:: Supplied data ::
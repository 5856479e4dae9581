#pragma once
// The edition of ISO 8655 each pipette is checked to (migration 015). A change is a new row; the latest is in force;
// no row means 2002.
#include <SQLiteCpp/Database.h>

#include <cstdint>
#include <string>
#include <vector>

#include "store/recorder.hpp"

namespace plumb::store {

struct PipetteEdition {
  std::int64_t id = 0;
  std::string pipette_id;
  std::string edition = "2002";  ///< "2002" | "2022"
  std::string reason;
  std::string created_at, created_by;
};

std::int64_t add_pipette_edition(Recorder& rec, const PipetteEdition& e);
/// Every row of the pipette, oldest first.
std::vector<PipetteEdition> pipette_edition_history(SQLite::Database& db, const std::string& pipette_id);
/// The edition in force: the latest row's, or "2002" when there is none.
std::string current_pipette_edition(SQLite::Database& db, const std::string& pipette_id);

}  // namespace plumb::store
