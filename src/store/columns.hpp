#pragma once
// Stored values read back into their types. A value plumb did not write (an unknown procedure key, say) is
// a StorageError naming the column: the database was changed behind plumb's back or by a newer version.
#include <SQLiteCpp/Column.h>

#include <optional>

#include "checks/procedure.hpp"
#include "core/dates.hpp"
#include "core/units.hpp"
#include "store/row.hpp"

namespace plumb::store {

checks::Procedure stored_procedure(const SQLite::Column& c);
/// An exact mass stored as decimal text in grams.
ExactMass stored_grams(const SQLite::Column& c);
std::optional<ExactMass> stored_grams_or_none(const SQLite::Column& c);
/// An exact mass to store: decimal text in grams, or NULL.
Value grams_value(const std::optional<ExactMass>& m);
/// A date stored as ISO 8601 text.
Date stored_date(const SQLite::Column& c);

}  // namespace plumb::store
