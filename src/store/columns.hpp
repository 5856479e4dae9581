#pragma once
// Stored values read back into their types. A value plumb did not write (an unknown procedure key, say) is
// a StorageError naming the column: the database was changed behind plumb's back or by a newer version.
#include <SQLiteCpp/Column.h>

#include "checks/procedure.hpp"

namespace plumb::store {

checks::Procedure stored_procedure(const SQLite::Column& c);

}  // namespace plumb::store
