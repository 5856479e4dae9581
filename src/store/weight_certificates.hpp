#pragma once
// A reference weight's certificates over the years (schema/001_core.sql, weight_calibrations) and the class
// overrides a lab recorded for some of them (schema/007_weight_overrides.sql).
#include <SQLiteCpp/Database.h>

#include <cstdint>
#include <map>
#include <optional>
#include <string>
#include <vector>

#include "core/units.hpp"
#include "store/recorder.hpp"
#include "store/records.hpp"

namespace plumb::store {

/// Why a certificate outside its weight's class was accepted, and by whom.
struct WeightClassOverride {
  std::int64_t weight_calibration_id = 0;
  std::string weight_class;
  std::optional<ExactMass> mpe;  ///< none: OIML R 111 Table 1 has no MPE for the class at the nominal value
  std::string beyond;            ///< "correction", "uncertainty", "correction and uncertainty" or "no MPE"
  std::string reason, by_name, recorded_at;
};

/// Every certificate of the weight, oldest first (by calibration date, then entry order): the order
/// app::certificate_in_force reads.
std::vector<WeightCalibration> weight_certificates(SQLite::Database& db, const std::string& weight_id);
/// The overrides of the weight's certificates, by certificate (weight_calibrations.id).
std::map<std::int64_t, WeightClassOverride> weight_class_overrides(SQLite::Database& db, const std::string& weight_id);
void add_weight_class_override(Recorder& rec, const WeightClassOverride& o);

}  // namespace plumb::store
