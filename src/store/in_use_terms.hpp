#pragma once
// A balance's declared terms of normal use (migration 015): what the uncertainty of a weighing result in use and
// the minimum weight from calibration are computed from. A change is a new row; the latest is in force.
#include <SQLiteCpp/Database.h>

#include <cstdint>
#include <optional>
#include <string>
#include <vector>

#include "core/decimal.hpp"
#include "core/units.hpp"
#include "store/recorder.hpp"

namespace plumb::store {

struct InUseTermsRecord {
  std::int64_t id = 0;
  std::string balance_id;
  ExactMass rounding_zero, rounding_load, repeatability;
  Decimal temperature_change_k, sensitivity_ppm_per_k;
  Decimal sample_density_kg_m3, sample_density_u_kg_m3, air_density_u_kg_m3;
  Decimal drift_ppm;
  bool error_corrected = false;
  std::string form = "linear";  ///< linear | quadratic-sum
  Decimal required_accuracy_pct, safety_factor;
  std::string reason;
  std::string created_at, created_by;
};

std::int64_t add_in_use_terms(Recorder& rec, const InUseTermsRecord& t);
/// Every row of the balance, oldest first.
std::vector<InUseTermsRecord> in_use_terms_history(SQLite::Database& db, const std::string& balance_id);
/// The terms in force: the latest row.
std::optional<InUseTermsRecord> current_in_use_terms(SQLite::Database& db, const std::string& balance_id);

}  // namespace plumb::store
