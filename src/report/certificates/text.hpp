#pragma once
// Plain-text rendering of a stored certificate (the JSON document assembled when it was issued).
#include <nlohmann/json.hpp>
#include <string>

namespace plumb::report {

std::string certificate_text(const nlohmann::json& certificate, const std::string& content_sha256);

}  // namespace plumb::report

:: Work required ::
Your response should hold the lines from the first line of the entries above through the line with "Value grams_value(const std::optional<ExactMass>&", each retyped exactly, and nothing else.

:: Result of the task ::
repository 5856479e4dae9581
#pragma once
// The edition of ISO 8655 each pipette is checked to (migration 015). A change is a new row; the latest is in force;
// no row means 2002.
#include <SQLiteCpp/Database.h>

#include <cstdint>
#include <string>
#include <vector>

#include "store/recorder.hpp"

namespace plumb::store {

struct PipetteEdition {
  std::int64_t id = 0;
  std::string pipette_id;
  std::string edition = "2002";  ///< "2002" | "2022"
  std::string reason;
  std::string created_at, created_by;
};

std::int64_t add_pipette_edition(Recorder& rec, const PipetteEdition& e);
/// Every row of the pipette, oldest first.
std::vector<PipetteEdition> pipette_edition_history(SQLite::Database& db, const std::string& pipette_id);
/// The edition in force: the latest row's, or "2002" when there is none.
std::string current_pipette_edition(SQLite::Database& db, const std::string& pipette_id);

}  // namespace plumb::store
filename src/store/columns.hpp
#pragma once
// Stored values read back into their types. A value plumb did not write (an unknown procedure key, say) is
// a StorageError naming the column: the database was changed behind plumb's back or by a newer version.
#include <SQLiteCpp/Column.h>

#include <optional>

#include "checks/procedure.hpp"
#include "core/dates.hpp"
#include "core/units.hpp"
#include "store/row.hpp"

namespace plumb::store {

checks::Procedure stored_procedure(const SQLite::Column& c);
/// An exact mass stored as decimal text in grams.
ExactMass stored_grams(const SQLite::Column& c);
std::optional<ExactMass> stored_grams_or_none(const SQLite::Column& c);
/// An exact mass to store: decimal text in grams, or NULL.
Value grams_value(const std::optional<ExactMass>& m);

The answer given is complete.